Correlation Between Principal Fds and Secured Options
Can any of the company-specific risk be diversified away by investing in both Principal Fds and Secured Options at the same time? Although using a correlation coefficient on its own may not help to predict future stock returns, this module helps to understand the diversifiable risk of combining Principal Fds and Secured Options into the same portfolio, which is an essential part of the fundamental portfolio management process.

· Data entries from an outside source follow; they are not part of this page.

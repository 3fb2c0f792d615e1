import { randomUUID } from "node:crypto";
import { NextResponse, type NextRequest } from "next/server";
import type { z, ZodType } from "zod";
import { loggableError } from "@/db/loggable-error";
import { resolveRequestUser } from "@/lib/auth/session";
import { hasRole, type Role, type SessionUser } from "@/lib/auth/roles";
import { readBodyBytes } from "./body";
import { ApiError, invalid, unauthorized } from "./errors";

/** The request body limit unless a route says otherwise. */
const DEFAULT_MAX_BODY_BYTES = 1_000_000;

interface HandlerOptions<B extends ZodType | undefined, Q extends ZodType | undefined> {
  /** Roles allowed to call; every route must say. */
  roles: readonly Role[];
  body?: B;
  query?: Q;
  maxBodyBytes?: number;
}

type Infer<T> = T extends ZodType ? z.infer<T> : undefined;

export interface HandlerContext<B, Q> {
  req: NextRequest;
  user: SessionUser;
  body: B;
  query: Q;
  params: Record<string, string>;
  requestId: string;
}

type RouteContext = { params?: Promise<Record<string, string | string[]> | undefined> };

/**
 * Wraps a route handler once: resolves the session or bearer token, checks the role, parses input with zod,
 * and turns typed errors into JSON. A handler returns a Response or any JSON-serialisable value (sent as 200).
 */
export function handler<B extends ZodType | undefined = undefined, Q extends ZodType | undefined = undefined>(
  options: HandlerOptions<B, Q>,
  fn: (ctx: HandlerContext<Infer<B>, Infer<Q>>) => Promise<unknown>,
) {
  return async (req: NextRequest, routeContext?: RouteContext): Promise<Response> => {
    const requestId = randomUUID();
    try {
      const user = await resolveRequestUser(req.headers);
      if (!user) throw unauthorized();
      if (!hasRole(user, options.roles)) {
        throw new ApiError(403, `your role (${user.role}) may not do this; allowed: ${options.roles.join(", ")}`);
      }
      const params = await readParams(routeContext);
      const query = options.query ? parseQuery(options.query, req) : undefined;
      const body = options.body ? await parseJsonBody(options.body, req, options.maxBodyBytes) : undefined;
      const result = await fn({ req, user, body: body as Infer<B>, query: query as Infer<Q>, params, requestId });
      return result instanceof Response ? result : NextResponse.json(result);
    } catch (error) {
      return errorResponse(error, requestId);
    }
  };
}

async function readParams(ctx?: RouteContext): Promise<Record<string, string>> {
  const raw = (ctx?.params ? await ctx.params : undefined) ?? {};
  return Object.fromEntries(Object.entries(raw).map(([k, v]) => [k, Array.isArray(v) ? v.join("/") : v]));
}

function parseQuery(schema: ZodType, req: NextRequest): unknown {
  const parsed = schema.safeParse(Object.fromEntries(req.nextUrl.searchParams));
  if (!parsed.success) throw invalid(parsed.error, "query");
  return parsed.data;
}

/** Reads at most `limit` bytes of text; a larger body is a 413 without reading the rest. */
export async function readBodyText(req: Request, limit = DEFAULT_MAX_BODY_BYTES): Promise<string> {
  return Buffer.from(await readBodyBytes(req, limit)).toString("utf8");
}

export function parseJsonText(text: string): unknown {
  try {
    return JSON.parse(text);
  } catch (error) {
    throw new ApiError(400, `body is not valid JSON: ${(error as Error).message}`);
  }
}

async function parseJsonBody(schema: ZodType, req: NextRequest, limit?: number): Promise<unknown> {
  const text = await readBodyText(req, limit);
  const parsed = schema.safeParse(text === "" ? {} : parseJsonText(text));
  if (!parsed.success) throw invalid(parsed.error);
  return parsed.data;
}

/** One error shape for every route: `{ error, requestId, ...details }`. Unexpected errors are logged, never silent. */
export function errorResponse(error: unknown, requestId: string = randomUUID()): Response {
  if (error instanceof ApiError) {
    const headers: Record<string, string> = {};
    if (typeof error.details?.retryAfterSeconds === "number") headers["Retry-After"] = String(error.details.retryAfterSeconds);
    return NextResponse.json({ error: error.message, requestId, ...error.details }, { status: error.status, headers });
  }
  console.error(`[chirpdesk] request ${requestId} failed`, loggableError(error));
  return NextResponse.json({ error: "internal error; quote this request id", requestId }, { status: 500 });
}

By analyzing existing cross correlation between Principal Fds Money and Secured Options Portfolio, you can compare the effects of market volatilities on Principal Fds and Secured Options and check how they will diversify away market risk if combined in the same portfolio for a given time horizon. You can also utilize pair trading strategies of matching a long position in Principal Fds with a short position of Secured Options. Check out your portfolio center. Please also check ongoing floating volatility patterns of Principal Fds and Secured Options.

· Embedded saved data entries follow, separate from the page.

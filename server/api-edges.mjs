// Preloaded into the Next.js server (through server/preload.mjs). Two answers Next gives API callers in the wrong
// shape, made JSON like every other API error ({ error, requestId, reason }):
// - a path under /api/ whose %-encoding does not decode (a stray "%", "%zz", bytes that are not UTF-8) is refused
//   with 400 before Next tries to route it (Next would answer a bare text 500);
// - a method an existing /api/ route does not export: Next answers 405 with no body and no Allow header, which
//   RFC 9110 §15.5.6 requires. Next knows each route's methods and lists them in the Allow header of its
//   automatic OPTIONS answer, so the route files stay the one source of truth: on such a 405 this asks the same
//   server for OPTIONS on the same path and sends its Allow header with a JSON body.
import http from "node:http";
import { randomUUID } from "node:crypto";

const PROBE_TIMEOUT_MS = 2000;

/** True when the path (before any query) decodes as %-encoded UTF-8. */
export function decodablePath(url) {
  const path = url.split("?", 1)[0];
  try {
    decodeURIComponent(path);
    return true;
  } catch {
    return false;
  }
}

function isApiPath(url) {
  return url === "/api" || url.startsWith("/api/") || url.startsWith("/api?");
}

function sendJson(res, originalEnd, status, body, headers, headOnly) {
  const text = JSON.stringify(body);
  res.statusCode = status;
  res.setHeader("content-type", "application/json");
  res.setHeader("content-length", Buffer.byteLength(text));
  res.setHeader("cache-control", "no-store");
  for (const [name, value] of Object.entries(headers)) res.setHeader(name, value);
  originalEnd.call(res, headOnly ? undefined : text);
}

/** The Allow header of the server's own OPTIONS answer for this path, or null. */
function probeAllow(req) {
  const socket = req.socket;
  return new Promise((resolve) => {
    const probe = http.request(
      {
        host: socket.localAddress,
        port: socket.localPort,
        method: "OPTIONS",
        path: req.url,
        headers: { host: req.headers.host ?? `localhost:${socket.localPort}` },
        timeout: PROBE_TIMEOUT_MS,
      },
      (answer) => {
        answer.resume();
        const allow = answer.headers.allow;
        resolve(answer.statusCode && answer.statusCode < 300 && typeof allow === "string" ? allow : null);
      },
    );
    probe.on("timeout", () => probe.destroy());
    probe.on("error", () => resolve(null));
    probe.end();
  });
}

/** True when writeHead's optional headers argument (object or flat array) sets a content type. */
function setsContentType(args) {
  const headers = args.find((a) => a && typeof a === "object");
  if (!headers) return false;
  if (Array.isArray(headers)) return headers.some((v, i) => i % 2 === 0 && String(v).toLowerCase() === "content-type");
  return Object.keys(headers).some((k) => k.toLowerCase() === "content-type");
}

/**
 * Holds back Next's bodiless 405 for this request (no content type: every answer of handler() has one) and
 * answers it as JSON with an Allow header instead. Next sends it as writeHead(405) then end(); whichever of
 * writeHead, flushHeaders, write or end comes first decides, so nothing reaches the socket before the probe.
 */
function answerBare405AsJson(req, res) {
  const original = { writeHead: res.writeHead, flushHeaders: res.flushHeaders, write: res.write, end: res.end };
  let holding = false;
  const bare = () => res.statusCode === 405 && !res.headersSent && !res.getHeader("content-type");
  res.writeHead = function holdWriteHead(status, ...rest) {
    if (!holding && status === 405 && !res.headersSent && !res.getHeader("content-type") && !setsContentType(rest)) {
      holding = true;
      res.statusCode = 405;
      return res;
    }
    return holding ? res : original.writeHead.call(res, status, ...rest);
  };
  res.flushHeaders = function holdFlushHeaders() {
    if (!holding && bare()) holding = true;
    if (!holding) original.flushHeaders.call(res);
  };
  res.write = function holdWrite(chunk, ...rest) {
    if (!holding && bare()) holding = true;
    if (!holding) return original.write.call(res, chunk, ...rest);
    // Next's 405 has no body; anything written here is dropped with it.
    const callback = rest.find((a) => typeof a === "function");
    if (callback) process.nextTick(callback);
    return true;
  };
  res.end = function endWithJson405(...args) {
    if (!holding && bare()) holding = true;
    Object.assign(res, original);
    if (!holding) return original.end.apply(res, args);
    const callback = args.find((a) => typeof a === "function");
    const path = req.url.split("?", 1)[0];
    probeAllow(req).then((allow) => {
      const allowed = allow ? allow.split(",").map((m) => m.trim()).filter(Boolean) : [];
      const message = allowed.length
        ? `${req.method} is not allowed on ${path}; allowed: ${allowed.join(", ")}`
        : `${req.method} is not allowed on ${path}`;
      const body = { error: message, requestId: randomUUID(), reason: "method-not-allowed", allowed };
      sendJson(res, original.end, 405, body, allow ? { allow } : {}, req.method === "HEAD");
      if (callback) res.once("finish", callback);
    });
    return res;
  };
}

/** What this preload does to one request before Next sees it; true when it answered the request itself. */
export function screenApiRequest(req, res) {
  const url = req.url ?? "/";
  if (!isApiPath(url)) return false;
  if (!decodablePath(url)) {
    const body = { error: "the request path is not valid %-encoded UTF-8", requestId: randomUUID(), reason: "malformed-path" };
    sendJson(res, res.end, 400, body, {}, req.method === "HEAD");
    return true;
  }
  if (req.method !== "OPTIONS") answerBare405AsJson(req, res);
  return false;
}

const emit = http.Server.prototype.emit;
http.Server.prototype.emit = function emitScreened(event, ...args) {
  if (event === "request" && args[0] && args[1] && screenApiRequest(args[0], args[1])) return true;
  return emit.call(this, event, ...args);
};
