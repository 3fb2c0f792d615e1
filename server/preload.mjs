// Everything preloaded into the Next.js server: `node --import ./server/preload.mjs node_modules/next/dist/bin/next …`
// (scripts/start.ts, scripts/dev.ts, tests/e2e/run.ts). Order matters: the peer stamp is applied to every request,
// so it is installed last and runs first.
import "./api-edges.mjs";
import "./peer-address.mjs";
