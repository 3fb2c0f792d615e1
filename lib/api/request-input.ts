import type { NextRequest } from "next/server";
import type { ZodType } from "zod";
import { readBodyBytes } from "./body";
import { ApiError, invalid } from "./errors";

/** The request body limit unless a route says otherwise. */
export const DEFAULT_MAX_BODY_BYTES = 1_000_000;

export type RouteContext = { params?: Promise<Record<string, string | string[]> | undefined> };

/** Path parameters as Next hands them (already decoded; catch-all segments joined with "/"), then the schema. */
export async function parseParams(schema: ZodType | undefined, ctx?: RouteContext): Promise<unknown> {
  if (!schema) return undefined;
  const raw = (ctx?.params ? await ctx.params : undefined) ?? {};
  const flat = Object.fromEntries(Object.entries(raw).map(([k, v]) => [k, Array.isArray(v) ? v.join("/") : v]));
  const parsed = schema.safeParse(flat);
  if (!parsed.success) throw invalid(parsed.error, "path");
  return parsed.data;
}

export function parseQuery(schema: ZodType | undefined, req: NextRequest): unknown {
  if (!schema) return undefined;
  const parsed = schema.safeParse(Object.fromEntries(req.nextUrl.searchParams));
  if (!parsed.success) throw invalid(parsed.error, "query");
  return parsed.data;
}

/** Reads at most `limit` bytes of text; a larger body is a 413 without reading the rest. */
export async function readBodyText(req: Request, limit = DEFAULT_MAX_BODY_BYTES): Promise<string> {
  return Buffer.from(await readBodyBytes(req, limit)).toString("utf8");
}

export function parseJsonText(text: string): unknown {
  try {
    return JSON.parse(text);
  } catch (error) {
    throw new ApiError(400, `body is not valid JSON: ${(error as Error).message}`);
  }
}

/** An empty body parses as `{}`, so a schema of optional fields accepts a bare POST. */
export function parseJsonBody(schema: ZodType, text: string): unknown {
  const parsed = schema.safeParse(text === "" ? {} : parseJsonText(text));
  if (!parsed.success) throw invalid(parsed.error);
  return parsed.data;
}
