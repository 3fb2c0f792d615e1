import type { Role } from "@/lib/auth/roles";

/**
 * How a route authenticates its caller; every route declares exactly one:
 * - `{ roles }`: a signed-in person (session cookie or bearer token) whose role is in the list;
 * - `{ feedSignature: true }`: the detector feed's HMAC over the raw body (X-Feed-Timestamp, X-Feed-Signature);
 * - `{ ackToken: true }`: a one-click acknowledge link; the signed token in the `token` path parameter is the
 *   credential, and the service that spends it checks it (a refused link must answer as a page, not as JSON).
 */
export type Guard =
  | { roles: readonly Role[]; feedSignature?: never; ackToken?: never }
  | { feedSignature: true; roles?: never; ackToken?: never }
  | { ackToken: true; roles?: never; feedSignature?: never };
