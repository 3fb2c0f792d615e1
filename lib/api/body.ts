import { ApiError } from "./errors";

/**
 * Reads a request body as bytes with a size limit: a declared Content-Length over the limit is refused before
 * reading (413); a body that grows past the limit while streaming is cut off and refused (413).
 */
export async function readBodyBytes(req: Request, limitBytes: number, noun = "body"): Promise<Uint8Array<ArrayBuffer>> {
  const declared = Number(req.headers.get("content-length") ?? "0");
  if (declared > limitBytes) {
    throw new ApiError(413, `the ${noun} is ${declared} bytes; the limit is ${limitBytes} bytes`, { limitBytes });
  }
  if (!req.body) return new Uint8Array(0);
  const reader = req.body.getReader();
  const chunks: Uint8Array[] = [];
  let total = 0;
  for (;;) {
    const { done, value } = await reader.read();
    if (done) break;
    total += value.byteLength;
    if (total > limitBytes) {
      await reader.cancel();
      throw new ApiError(413, `the ${noun} is over the limit of ${limitBytes} bytes`, { limitBytes });
    }
    chunks.push(value);
  }
  return concatBytes(chunks, total);
}

/** Joins chunks read from a stream into one buffer of `total` bytes. */
export function concatBytes(chunks: Uint8Array[], total: number): Uint8Array<ArrayBuffer> {
  const out = new Uint8Array(total);
  let at = 0;
  for (const chunk of chunks) {
    out.set(chunk, at);
    at += chunk.byteLength;
  }
  return out;
}
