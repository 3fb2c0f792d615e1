import { mkdtempSync, rmSync } from "node:fs";
import { tmpdir } from "node:os";
import path from "node:path";
import { chromium, type BrowserContext } from "playwright-core";

export const chromiumPath = process.env.CHROMIUM_PATH ?? "/usr/bin/chromium";

/** Debian's Chromium, headless, in a throw-away profile (flags per shared/STACK.md). */
export async function launchBrowser(options: { viewport?: { width: number; height: number } } = {}): Promise<{
  context: BrowserContext;
  close(): Promise<void>;
}> {
  const profile = mkdtempSync(path.join(tmpdir(), "chirpdesk-chromium-"));
  const context = await chromium.launchPersistentContext(profile, {
    executablePath: chromiumPath,
    headless: true,
    viewport: options.viewport ?? { width: 1440, height: 900 },
    args: [
      "--no-sandbox",
      "--disable-gpu",
      "--disable-quic",
      "--no-first-run",
      "--disable-background-networking",
      "--disable-component-update",
      "--disable-sync",
      "--disable-dev-shm-usage",
    ],
  });
  return {
    context,
    async close() {
      await context.close();
      rmSync(profile, { recursive: true, force: true });
    },
  };
}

Diversification Opportunities for Principal Fds and Secured Options
-0.09 | Correlation Coefficient |
Good diversification
The 3 months correlation between Principal and Secured is -0.09. Overlapping area represents the amount of risk that can be diversified away by holding Principal Fds Money and Secured Options Portfolio in the same portfolio, assuming nothing else is changed. The correlation between historical prices or returns on Secured Options Portfolio and Principal Fds is a relative statistical measure of the degree to which these equity instruments tend to move together. The correlation coefficient measures the extent to which returns on Principal Fds Money are associated (or correlated) with Secured Options. Values of the correlation coefficient range from -1 to +1, where. The correlation of zero (0) is possible when the price movement of Secured Options Portfolio has no effect on the direction of Principal Fds i.e., Principal Fds and Secured Options go up and down completely randomly.
Pair Corralation between Principal Fds and Secured Options
Assuming the 90 days horizon Principal Fds is expected to generate 1.5 times less return on investment than Secured Options. In addition to that, Principal Fds is 1.47 times more volatile than Secured Options Portfolio. It trades about 0.02 of its total potential returns per unit of risk. Secured Options Portfolio is currently generating about 0.05 per unit of volatility. If you would invest 1,229 in Secured Options Portfolio on October 26, 2024 and sell it today you would earn a total of 187.00 from holding Secured Options Portfolio or generate 15.22% return on investment over 90 days.
Time Period | 3 Months [change] |
Direction | Moves Against |
Strength | Insignificant |
Accuracy | 98.6% |
Values | Daily Returns |
Principal Fds Money vs. Secured Options Portfolio
Performance |
Timeline |
Principal Fds Money |
Secured Options Portfolio |
Principal Fds and Secured Options Volatility Contrast
Predicted Return Density |
Returns |
Pair Trading with Principal Fds and Secured Options
The main advantage of trading using opposite Principal Fds and Secured Options positions is that it hedges away some unsystematic risk. Because of two separate transactions, even if Principal Fds position performs unexpectedly, Secured Options can make up some of the losses. Pair trading also minimizes risk from directional movements in the market. For example, if an entire industry or sector drops because of unexpected headlines, the short position in Secured Options will offset losses from the drop in Secured Options' long position.Principal Fds vs. Voya Government Money | Principal Fds vs. Schwab Government Money | Principal Fds vs. Franklin Adjustable Government | Principal Fds vs. Sit Government Securities |
Secured Options vs. Hennessy Technology Fund | Secured Options vs. Invesco Technology Fund | Secured Options vs. Dreyfus Technology Growth | Secured Options vs. Goldman Sachs Technology |
Check out your portfolio center.Note that this page's information should be used as a complementary analysis to find the right mix of equity instruments to add to your existing portfolios or create a brand new portfolio. You can also try the Commodity Channel module to use Commodity Channel Index to analyze current equity momentum.